ABSTRACT:

Placental dysplasia critically impairs fetal growth and development by disrupting nutrient supply. Thiamine, predominantly in its bioactive form thiamine pyrophosphate, serves as an essential coenzyme in mitochondrial energy metabolism, yet its regulatory role in placental development remains elusive.

Objectives

This study systematically unraveled the metabolic network disparities between sows with different reproductive potentials and elucidates the mechanisms by which characterized metabolites enhance placental angiogenesis and nutrient transport efficiency to promote fetal development.

Methods

We initially analyzed plasma and fecal metabolite composition and fecal microbial composition of sows with high and low reproductive potential by 16S rRNA sequencing and untargeted metabolomics.
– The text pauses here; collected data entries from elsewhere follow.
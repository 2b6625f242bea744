"""Two-sided geometric noise against its closed form, and the promise of privacy by enumeration."""

import math

import numpy as np
import pytest
from scipy import stats
from steadfield.algorithms.numeric.errors import InputError
from steadfield.algorithms.numeric.noise import (
    bounded_contributions,
    geometric_noise,
    noise_probability,
    not_below_zero,
    rehearsal_source,
    scale_of,
    system_source,
)


@pytest.mark.parametrize(
    ("epsilon", "sensitivity", "seed"), [(1.0, 1, 1), (0.3, 1, 2), (2.5, 1, 3), (1.0, 3, 4)]
)
def test_the_draws_follow_the_closed_form(epsilon, sensitivity, seed):
    source = rehearsal_source(np.random.default_rng(seed))
    draws = geometric_noise(40_000, epsilon, sensitivity, source)
    a = math.exp(-epsilon / sensitivity)
    reach = int(math.log(20 / 40_000) / math.log(a))
    k = np.arange(-reach, reach + 1)
    observed = np.array([(draws == value).sum() for value in k])
    # Ghosh, Roughgarden & Sundararajan 2012: P(k) = (1 - a)/(1 + a) a^|k|; the tails in one class
    expected = 40_000 * (1 - a) / (1 + a) * a ** np.abs(k)
    observed = np.append(observed, 40_000 - observed.sum())
    expected = np.append(expected, 40_000 - expected.sum())
    assert stats.chisquare(observed, expected).pvalue > 0.001
    # variance 2a/(1 - a)^2
    assert draws.var() == pytest.approx(2 * a / (1 - a) ** 2, rel=0.05)


def test_the_probabilities_sum_to_one():
    k = np.arange(-400, 401)
    assert noise_probability(k, 0.5).sum() == pytest.approx(1.0, abs=1e-12)


@pytest.mark.parametrize(("epsilon", "limit"), [(0.5, 1), (1.0, 2), (2.0, 3)])
def test_neighbouring_data_give_every_output_nearly_as_often(epsilon, limit):
    """Add one person with up to `limit` records to every small table of two cells."""
    outputs = np.arange(-12, 16)
    for first in range(3):
        for second in range(3):
            for more in range(limit + 1):
                for other in range(limit + 1 - more):
                    one = np.outer(
                        noise_probability(outputs - first, epsilon, limit),
                        noise_probability(outputs - second, epsilon, limit),
                    )
                    two = np.outer(
                        noise_probability(outputs - first - more, epsilon, limit),
                        noise_probability(outputs - second - other, epsilon, limit),
                    )
                    assert np.abs(np.log(one / two)).max() <= epsilon + 1e-9


def test_the_scale_never_promises_more_than_it_keeps():
    rng = np.random.default_rng(2)
    for epsilon in rng.uniform(0.001, 5, 300):
        assert scale_of(float(epsilon), 3) <= epsilon / 3


def test_one_person_changes_the_counts_by_no_more_than_the_limit():
    rng = np.random.default_rng(4)
    contributors = rng.integers(0, 30, 500)
    kept = bounded_contributions(contributors, 3, rehearsal_source(rng))
    assert np.bincount(contributors[kept]).max() == 3
    assert kept.sum() == np.minimum(np.bincount(contributors), 3).sum()


def test_records_of_unknown_contributors_are_left_out():
    kept = bounded_contributions(np.array([-1, 0, -1, 1]), 2, system_source())
    assert kept.tolist() == [False, True, False, True]
    assert bounded_contributions(None, 1, system_source()) is None


def test_a_seed_repeats_the_noise_and_the_system_source_does_not():
    drawn = [
        geometric_noise(50, 0.2, 1, rehearsal_source(np.random.default_rng(9))) for _ in range(2)
    ]
    assert (drawn[0] == drawn[1]).all()
    one, two = (geometric_noise(200, 0.2, 1, system_source()) for _ in range(2))
    assert (one != two).any()


def test_lifting_to_zero_keeps_the_rest():
    assert not_below_zero(np.array([-3, 0, 5])).tolist() == [0, 0, 5]


@pytest.mark.parametrize("epsilon", [0, -1, float("nan"), 1e-9, 51])
def test_a_budget_that_means_nothing_is_refused(epsilon):
    with pytest.raises(InputError, match="EPSILON"):
        scale_of(epsilon, 1)


def test_a_contribution_limit_below_one_is_refused():
    with pytest.raises(InputError, match="CONTRIBUTION_LIMIT"):
        bounded_contributions(np.array([0]), 0, system_source())
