"""Whole releases by every method, and what the attacker makes of what is published."""

import itertools
import sys
from dataclasses import replace
from pathlib import Path

import numpy as np
import pytest
from steadfield.algorithms.numeric.disclosure import Rules
from steadfield.algorithms.numeric.errors import InputError
from steadfield.algorithms.numeric.release import release
from steadfield.algorithms.numeric.release_plan import METHODS, Plan, Records

sys.path.insert(0, str(Path(__file__).parent.parent))
import attacker

LEAST = 5


def practice(seed, share=False):
    """Records in a strip of hexagons and two or three regions, some cells cut by a border."""
    rng = np.random.default_rng(seed)
    count, region_count = int(rng.integers(5, 14)), int(rng.integers(2, 4))
    few = rng.random(count) < 0.5
    counts = np.where(few, rng.integers(0, 6, count), rng.integers(4, 40, count))
    counts[0] += 25
    cells = np.repeat(np.arange(count), counts)
    home = rng.integers(0, region_count, count)
    stray = (rng.random(len(cells)) < 0.2) & (rng.random(count) < 0.3)[cells]
    regions = np.where(stray, (home[cells] + 1) % region_count, home[cells])
    numerator = (rng.random(len(cells)) < 0.4).astype(float) if share else None
    return Records(cells, regions=regions, numerator=numerator), count, region_count


def run(records, count, region_count, **settings):
    settings = {"rules": Rules(LEAST), "base": LEAST, "seed": 1, **settings}
    q, r = np.arange(count), np.zeros(count, int)
    return release(records, q, r, region_count, Plan(**settings))


def true_counts(records, count):
    return np.bincount(records.cells, minlength=count)


@pytest.mark.parametrize("method", ["withhold", "merge"])
@pytest.mark.parametrize("seed", range(8))
def test_every_published_zone_meets_the_rule_when_the_records_are_counted_again(method, seed):
    records, count, regions = practice(seed)
    made = run(records, count, regions, method=method)
    zones = made.zones[records.cells]
    for zone, value in enumerate(made.count()):
        true = (zones == zone).sum()
        if np.isfinite(value):
            assert value == true >= LEAST
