import math

import numpy as np
import pytest
from steadfield.algorithms.numeric import hexagons, lattice_zonings
from steadfield.algorithms.numeric.errors import InputError
from steadfield.algorithms.numeric.lattice_zonings import Tiling
from steadfield.algorithms.numeric.zone_statistics import morans_i

EXTENT = (-500.0, -300.0, 400.0, 700.0)
SHAPES = pytest.mark.parametrize("shape", ["hexagon", "square"])


def points(seed, number):
    generator = np.random.default_rng(seed)
    left, bottom, right, top = EXTENT
    return generator.uniform(left, right, number), generator.uniform(bottom, top, number)


def cells_by_definition(tiling, x, y):
    if tiling.shape == "hexagon":
        return hexagons.hexagon_cells(x, y, tiling.size, "pointy", tiling.origin, tiling.angle)
    return hexagons.square_cells(x, y, tiling.size, tiling.origin, tiling.angle)


@SHAPES
@pytest.mark.parametrize("rotate", [False, True])
def test_dense_numbers_name_the_same_cells_as_cube_rounding_and_floor(shape, rotate):
    generator = np.random.default_rng(2)
    x, y = points(1, 70_000)
    for size in (11.0, 90.0, 5000.0):
        tiling = lattice_zonings.random_tiling(shape, size, rotate, generator)
        block = lattice_zonings.cell_block(tiling, EXTENT)
        number = lattice_zonings.cell_numbers(block, x, y)
        assert number.min() >= 0 and number.max() < block.cells
        column, row = cells_by_definition(tiling, x, y)
        expected = (row - block.first_row) * block.columns + column - block.first_column
        np.testing.assert_array_equal(number, expected)


def test_centres_and_points_just_beside_edges_are_numbered_right():
    tiling = Tiling("hexagon", 10.0, (3.0, -4.0), 0.0)
    block = lattice_zonings.cell_block(tiling, (-100, -100, 100, 100))
    reach = np.arange(-5, 6)
    q, r = (part.ravel() for part in np.meshgrid(reach, reach))
    expected = (r - block.first_row) * block.columns + q - block.first_column
    x, y = hexagons.hexagon_centres(q, r, 10.0, "pointy", (3.0, -4.0))
    # From the centre out to just before each corner and each side's middle.
    for direction in np.arange(12) * math.pi / 6:
        reach_here = 10 / math.sqrt(3) if round(direction / (math.pi / 6)) % 2 else 5.0
        for share in (0.0, 1e-9, 0.5, 1 - 1e-9):
            number = lattice_zonings.cell_numbers(
                block,
                x + share * reach_here * math.cos(direction),
                y + share * reach_here * math.sin(direction),
            )
            np.testing.assert_array_equal(number, expected)


@SHAPES
def test_a_place_falls_anywhere_in_its_cell_with_equal_chance(shape):
    generator = np.random.default_rng(11)
    number, inside, directions = 4000, 0, np.zeros(2)
    for _ in range(number):
        tiling = lattice_zonings.random_tiling(shape, 2.0, True, generator)
        column, row = cells_by_definition(tiling, np.array([7.3]), np.array([-2.2]))
        if shape == "hexagon":
            centre = hexagons.hexagon_centres(
                column, row, 2.0, "pointy", tiling.origin, tiling.angle
            )
        else:
            centre = hexagons.square_centres(column, row, 2.0, tiling.origin, tiling.angle)
        step = np.array([7.3 - centre[0][0], -2.2 - centre[1][0]])
        inside += np.hypot(*step) < 1.0
        directions += step
    # Share of a regular hexagon, or square, that its inscribed circle takes: pi/(2 sqrt 3), pi/4.
    share = math.pi / (2 * math.sqrt(3)) if shape == "hexagon" else math.pi / 4
    assert abs(inside / number - share) < 4 * math.sqrt(share * (1 - share) / number)
    assert np.abs(directions / number).max() < 4 / math.sqrt(number)


def test_without_rotation_the_tiling_stays_upright():
    tiling = lattice_zonings.random_tiling("square", 5.0, False, np.random.default_rng(1))
    assert tiling.angle == 0
    assert min(tiling.origin) >= 0 and max(tiling.origin) < 5


@SHAPES
def test_morans_i_over_the_block_agrees_with_pairs_of_named_neighbours(shape):
    generator = np.random.default_rng(3)
    tiling = lattice_zonings.random_tiling(shape, 130.0, True, generator)
    block = lattice_zonings.cell_block(tiling, EXTENT)
    value = generator.normal(size=block.cells)
    value[generator.random(block.cells) < 0.3] = np.nan
    sides = np.array([(1, 0), (0, 1), (-1, 0), (0, -1)])
    neighbours = hexagons.HEXAGON_NEIGHBOURS if shape == "hexagon" else sides
    pairs = set()
    for row in range(block.rows):
        for column in range(block.columns):
            for along, down in neighbours.tolist():
                if 0 <= row + down < block.rows and 0 <= column + along < block.columns:
                    here = row * block.columns + column
                    there = (row + down) * block.columns + column + along
                    pairs.add((min(here, there), max(here, there)))
    i, j = np.array(sorted(pairs)).T
    expected = morans_i(value, i, j)
    assert lattice_zonings.lattice_morans_i(value, block) == pytest.approx(expected, rel=1e-12)


def test_morans_i_is_missing_without_spread_or_values():
    block = lattice_zonings.cell_block(Tiling("hexagon", 130.0, (0.0, 0.0), 0.0), EXTENT)
    assert math.isnan(lattice_zonings.lattice_morans_i(np.full(block.cells, 0.1), block))
    assert math.isnan(lattice_zonings.lattice_morans_i(np.full(block.cells, np.nan), block))


def test_an_unknown_shape_is_refused():
    with pytest.raises(InputError, match="triangle"):
        lattice_zonings.random_tiling("triangle", 5.0, True, np.random.default_rng(1))
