"""Highest-density levels and regions: shares held, ties, no data, nesting."""

import math

import numpy as np
import pytest
from steadfield.algorithms.numeric.errors import InputError
from steadfield.algorithms.numeric.outlines import density_levels, density_regions


def bumps():
    y, x = np.mgrid[0:80, 0:100]
    first = np.exp(-((x - 30) ** 2 + (y - 40) ** 2) / (2 * 8**2))
    second = 0.7 * np.exp(-((x - 75) ** 2 + (y - 30) ** 2) / (2 * 6**2))
    return first + second


def test_levels_hold_at_least_the_share_and_one_pixel_less_does_not():
    density = bumps()
    total = density.sum()
    for level in density_levels(density, [0.05, 0.5, 0.9, 0.999]):
        inside = density >= level.threshold
        assert inside.sum() == level.pixels
        assert density[inside].sum() / total == pytest.approx(level.held, rel=1e-12)
        assert level.held >= level.share
        assert density[density > level.threshold].sum() / total < level.share


def test_no_set_of_so_few_pixels_holds_more():
    density = np.random.default_rng(4).gamma(1.0, size=(6, 7))
    (level,) = density_levels(density, [0.6])
    densest = np.sort(density.ravel())[::-1]
    assert densest[: level.pixels].sum() >= 0.6 * density.sum()
    assert densest[: level.pixels - 1].sum() < 0.6 * density.sum()


def test_threshold_of_a_normal_density_is_that_of_the_closed_form():
    # the region of a round normal law that holds a share p ends where density = peak * (1 - p)
    cell, sigma = 0.05, 1.0
    axis = np.arange(-6, 6, cell) + cell / 2
    density = np.exp(-(axis[:, None] ** 2 + axis**2) / 2) / (2 * math.pi)
    for level in density_levels(density, [0.25, 0.5, 0.95]):
        assert level.threshold == pytest.approx((1 - level.share) / (2 * math.pi), rel=0.01)
        area = level.pixels * cell**2
        assert area == pytest.approx(-2 * math.pi * sigma**2 * math.log(1 - level.share), rel=0.01)


def test_equal_pixels_are_all_in_or_all_out():
    density = np.array([[4.0, 2.0, 2.0], [2.0, 1.0, 1.0]])
    (level,) = density_levels(density, [0.4])
    assert level.pixels == 4
    assert level.held == pytest.approx(10 / 12)


def test_a_share_that_a_set_holds_exactly_takes_that_set():
    density = np.full((1, 10), 0.1) * np.r_[4, 1, 1, 1, 1, 0.5, 0.5, 0.5, 0.25, 0.25]
    levels = density_levels(density, [0.4, 0.8, 1.0])
    assert [level.pixels for level in levels] == [1, 5, 10]
    assert [level.held for level in levels] == pytest.approx([0.4, 0.8, 1.0], rel=1e-12)


def test_no_data_and_zero_hold_nothing():
    density = np.array([[np.nan, 3.0, 0.0], [np.nan, 1.0, 0.0]])
    (level,) = density_levels(density, [1.0])
    assert level.pixels == 2 and level.threshold == 1.0
    regions = density_regions(density, [level], 10.0)
    assert regions.labels[0].tolist() == [[0, 1, 0], [0, 1, 0]]
    assert regions.area.tolist() == [200.0]


def test_regions_add_up_to_their_level_and_nest():
    density = bumps()
    levels = density_levels(density, [0.5, 0.9, 0.2])
    regions = density_regions(density, levels, 5.0)
    for position, level in enumerate(levels):
        own = regions.level == position
        assert regions.share[own].sum() == pytest.approx(level.held, rel=1e-12)
        assert regions.area[own].sum() == pytest.approx(level.pixels * 25.0)
        assert regions.rank[own].tolist() == list(range(1, own.sum() + 1))
        assert np.all(np.diff(regions.share[own]) <= 0)
    wide, middle, narrow = (regions.labels[position] > 0 for position in (1, 0, 2))
    assert np.all(wide[middle]) and np.all(middle[narrow])


def test_each_region_is_described_from_its_own_pixels():
    density = bumps()
    levels = density_levels(density, [0.5])
    regions = density_regions(density, levels, 1.0)
    assert len(regions.share) == 2
    for number in range(2):
        inside = regions.labels[0] == number + 1
        assert regions.share[number] == pytest.approx(density[inside].sum() / density.sum())
        assert regions.area[number] == inside.sum()
        assert regions.peak[number] == density[inside].max()
    assert regions.peak_column.tolist() == [30, 75]
    assert regions.peak_row.tolist() == [40, 30]


def test_pixels_that_meet_at_a_corner_are_two_regions():
    density = np.array([[1.0, 0.0], [0.0, 2.0]])
    regions = density_regions(density, density_levels(density, [1.0]), 1.0)
    assert regions.labels[0].tolist() == [[2, 0], [0, 1]]


@pytest.mark.parametrize(
    ("density", "shares", "words"),
    [
        ([[1.0, 2.0]], [0.0], "Shares"),
        ([[1.0, 2.0]], [50.0], "Shares"),
        ([[1.0, 2.0]], [], "Shares"),
        ([[np.nan, 0.0]], [0.5], "no value above 0"),
        ([[1.0, -2.0]], [0.5], r"below 0 \(down to -2\)"),
        ([[1.0, np.inf]], [0.5], "infinite"),
    ],
)
def test_what_cannot_be_outlined_is_refused_in_words(density, shares, words):
    with pytest.raises(InputError, match=words):
        density_levels(np.array(density), shares)
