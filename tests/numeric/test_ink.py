"""The blend of layers as inks: its properties, its default inks and its warnings."""

from itertools import combinations

import numpy as np
import pytest
from hypothesis import given, settings
from hypothesis import strategies as st
from steadfield.algorithms.numeric import colour, ink, ranks
from steadfield.algorithms.numeric.errors import InputError

steady = settings(derandomize=True, deadline=None, max_examples=60)
strength = st.floats(0, 1, width=32)
stacks = st.integers(1, 6).flatmap(
    lambda count: st.lists(strength, min_size=count, max_size=count).map(np.array)
)
# half a level of 255 in each of colour and opacity
ONE_LEVEL = 1.01 / 255


def lightness(colours):
    return colour.srgb_to_oklab(colours)[..., 0]


@steady
@given(stacks, st.randoms(use_true_random=False))
def test_order_of_layers_does_not_matter(strengths, random):
    inks = ink.default_inks(len(strengths))
    order = list(range(len(strengths)))
    random.shuffle(order)
    np.testing.assert_allclose(
        ink.blend(strengths[order], inks[order]), ink.blend(strengths, inks), atol=1e-9
    )


@steady
@given(stacks.filter(lambda strengths: len(strengths) < 6))
def test_layer_of_zeros_changes_nothing(strengths):
    inks = ink.default_inks(6)[: len(strengths) + 1]
    with_zeros = ink.blend(np.append(strengths, 0.0), inks)
    np.testing.assert_allclose(with_zeros, ink.blend(strengths, inks[:-1]), rtol=0, atol=1e-15)


@steady
@given(stacks.filter(lambda strengths: len(strengths) < 6), strength)
def test_lightness_never_rises_when_a_layer_is_added(strengths, added):
    inks = ink.default_inks(6)[: len(strengths) + 1]
    before = ink.blend(strengths, inks[:-1])
    after = ink.blend(np.append(strengths, added), inks)
    assert after[0] <= before[0]
    # and so on the finished picture, up to the rounding to 255 levels
    pictures = [
        ink.over(ink.rgba(np.asarray(stack, np.float32)[:, None], inks[: len(stack)]))
        for stack in (strengths, np.append(strengths, added))
    ]
    assert lightness(pictures[1])[0] <= lightness(pictures[0])[0] + 0.006


@pytest.mark.parametrize("count", range(1, 7))
def test_one_layer_alone_shows_its_pure_ink(count):
    inks = ink.default_inks(count)
    for layer in range(count):
        strengths = np.zeros((count, 1), np.float32)
        strengths[layer] = 1.0
        shown = ink.over(ink.rgba(strengths, inks))[0]
        np.testing.assert_allclose(shown, inks[layer], atol=ONE_LEVEL)


@steady
@given(st.integers(0, 5), st.floats(0.02, 1))
def test_one_layer_alone_keeps_the_hue_of_its_ink_at_any_strength(layer, value):
    inks = ink.default_inks(6)
    strengths = np.zeros(6)
    strengths[layer] = value
    mixed = ink.blend(strengths, inks)
    pure = colour.srgb_to_oklab(inks[layer])
    assert mixed[1] * pure[2] - mixed[2] * pure[1] == pytest.approx(0, abs=1e-9)
    assert mixed[0] == pytest.approx(1 - value * 0.4, abs=1e-9)  # half way from 1 to 0.2 at 1


@steady
@given(stacks)
def test_blend_follows_its_published_formulas(strengths):
    inks = ink.default_inks(len(strengths))
    coverage = 1 - np.prod(1 - strengths / 2)
    mixed = ink.blend(strengths, inks)
    assert mixed[0] == pytest.approx(1 - 0.8 * coverage, abs=1e-9)
    if strengths.sum() > 0:
        mean = (strengths[:, None] * colour.srgb_to_oklab(inks)[:, 1:]).sum(0) / strengths.sum()
        assert mixed[1] * mean[1] - mixed[2] * mean[0] == pytest.approx(0, abs=1e-9)


@steady
@given(st.integers(0, 2**31))
def test_picture_over_white_paper_is_the_blended_colour(seed):
    strengths = np.random.default_rng(seed).random((4, 60), np.float32) ** 2
    inks = ink.default_inks(4)
    intended = np.clip(colour.oklab_to_srgb(ink.blend(strengths, inks)), 0, 1)
    shown = ink.over(ink.rgba(strengths, inks))
    np.testing.assert_allclose(shown, intended, atol=1.6 / 255)


def test_opacity_is_nil_on_bare_paper_and_rises_with_strength():
    strengths = np.zeros((3, 21), np.float32)
    strengths[1] = np.linspace(0, 1, 21)
    levels = ink.rgba(strengths, ink.default_inks(3))
    opacity = levels[3].astype(int)
    assert opacity[0] == 0 and opacity[-1] < 255
    assert (np.diff(opacity) > 0).all()


def test_base_map_shows_through_faint_ink():
    strengths = np.full((2, 1), 0.1, np.float32)
    levels = ink.rgba(strengths, ink.default_inks(2))
    dark = ink.over(levels, (0.0, 0.0, 0.0))
    light = ink.over(levels, (1.0, 1.0, 1.0))
    assert (light - dark).min() > 0.7


def test_picture_of_values_is_the_picture_of_their_strengths():
    values = np.random.default_rng(9).gamma(1, 2, (3, 300, 400)).astype(np.float32)
    values[1, :20] = np.nan
    tables = []
    for one in values:
        masses = ranks.new_masses()
        ranks.add_to_masses(masses, one)
        tables.append(ranks.strength_table(masses))
    strengths = [ranks.look_up(table, one) for table, one in zip(tables, values)]
    inks = ink.default_inks(3)
    np.testing.assert_array_equal(
        ink.rgba_of_values(values, tables, inks), ink.rgba(strengths, inks)
    )


def test_picture_keeps_the_shape_of_the_layers():
    assert ink.rgba(np.zeros((2, 3, 5), np.float32), ink.default_inks(2)).shape == (4, 3, 5)


@pytest.mark.parametrize("count", range(2, 7))
def test_default_inks_are_at_least_15_apart_in_normal_vision(count):
    inks = ink.default_inks(count)
    assert len(inks) == count
    apart = [
        colour.difference(*colour.srgb_to_cielab(inks[[first, second]]))
        for first, second in combinations(range(count), 2)
    ]
    assert min(apart) >= 15
    assert ink.smallest_difference(inks) == pytest.approx(min(apart))


@pytest.mark.parametrize("count", range(2, 7))
@pytest.mark.parametrize("vision", colour.VISIONS[1:])
def test_default_inks_are_told_apart_under_simulated_deficiencies(count, vision):
    assert ink.smallest_difference(ink.default_inks(count), vision) > 8


@pytest.mark.parametrize("count", range(2, 7))
def test_default_inks_have_the_common_lightness_and_fit_the_display(count):
    inks = ink.default_inks(count)
    np.testing.assert_allclose(lightness(inks), ink.INK_LIGHTNESS, atol=0.004)
    assert inks.min() > 0.1  # none needs to hide the base map


@steady
@given(st.tuples(*[st.floats(0, 1)] * 3))
def test_any_colour_becomes_an_ink_of_the_common_lightness(srgb):
    made = ink.as_inks([srgb])
    assert lightness(made)[0] == pytest.approx(ink.INK_LIGHTNESS, abs=2e-3)


@steady
@given(st.lists(st.tuples(*[st.floats(0, 1)] * 3), min_size=2, max_size=6), st.integers(0, 2**31))
def test_blends_of_any_inks_fit_the_display(colours, seed):
    inks = ink.as_inks(colours)
    strengths = np.random.default_rng(seed).random((len(inks), 100))
    assert colour.in_gamut(ink.blend(strengths, inks), 1e-5).all()
    shown = ink.over(ink.rgba(strengths, inks))
    intended = np.clip(colour.oklab_to_srgb(ink.blend(strengths, inks)), 0, 1)
    np.testing.assert_allclose(shown, intended, atol=2.5 / 255)


def test_swatches_name_each_ink_each_pair_and_all_together():
    sets, srgb = ink.swatches(ink.default_inks(4))
    expected = [(i,) for i in range(4)] + list(combinations(range(4), 2)) + [(0, 1, 2, 3)]
    assert sets == expected and len(srgb) == len(sets)
    # two inks in full cover 3/4, all four 15/16
    assert lightness(srgb)[4:10] == pytest.approx(1 - 0.8 * 3 / 4, abs=1e-3)
    assert lightness(srgb)[10] == pytest.approx(1 - 0.8 * 15 / 16, abs=1e-3)


def test_readability_gives_the_smallest_difference_for_each_vision():
    inks = ink.default_inks(5)
    found = ink.readability(inks)
    assert [one.vision for one in found] == list(colour.VISIONS)
    for one in found:
        seen = colour.srgb_to_cielab(colour.seen_as(inks, one.vision))
        pair = list(one.ink_pair)
        # the picture shows inks at the exact common lightness, not rounded to 255 levels
        assert one.inks == pytest.approx(float(colour.difference(*seen[pair])), abs=0.1)
        assert one.inks == pytest.approx(ink.smallest_difference(inks, one.vision), abs=0.1)
        assert one.mixtures <= one.inks


def test_default_inks_raise_no_warning():
    for count in range(2, 7):
        assert ink.warnings_in_words(ink.default_inks(count), "abcdef"[:count]) == []


def test_equal_inks_are_named_in_a_warning():
    inks = ink.as_inks([colour.from_hex(text) for text in ("#2277cc", "#2379cc", "#cc4422")])
    words = ink.warnings_in_words(inks, ["falls", "lamps", "ice"])
    assert len(words) == 1
    assert "“falls”" in words[0] and "“lamps”" in words[0] and "cannot be told apart" in words[0]


def test_red_and_green_of_one_lightness_warn_about_deficiencies_only():
    # a dull red and a dull green, which lie near one line of confusion of deuteranopia
    inks = ink.as_inks([colour.from_hex("#b96365"), colour.from_hex("#4a925c")])
    words = ink.warnings_in_words(inks, ["a", "b"])
    assert words and all("Readers with" in one for one in words)


@pytest.mark.parametrize("count", [0, 7])
def test_other_numbers_of_layers_are_refused(count):
    with pytest.raises(InputError, match=f"found {count}"):
        ink.default_inks(count)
Subsequently, we evaluated the effects of thiamine, the identified characterized metabolite, on the angiogenesis and nutrient transport functions of placenta and the growth and development of offspring in a rat model, as well as verified the effects of thiamine on the cell migration of placental trophoblast cells by in vitro experiment.

Results

Sows with high reproductive potential exhibit a distinct metabolic profile with significantly elevated plasma arginine and fecal thiamine levels and the abundance of gut thiamine-synthesizing bacteria increases in parallel. Maternal thiamine supplementation effectively promotes offspring growth and enhances thiamine metabolism in the maternal-placental-fetal axis. Meanwhile, thiamine improves placental function by increasing thiamine-related metabolic enzymes and acetyl-CoA content in the placenta. Furthermore, thiamine facilitates placental angiogenesis via activation of the Notch signaling pathway and initiates the Notch-PI3K/AKT cascade reaction, which regulates placental nutrient metabolism efficiency and transporter expression.

Conclusions

Maternal supplementation with thiamine during gestation and lactation promotes placental development and enhances offspring growth through activation of the Notch signaling pathway.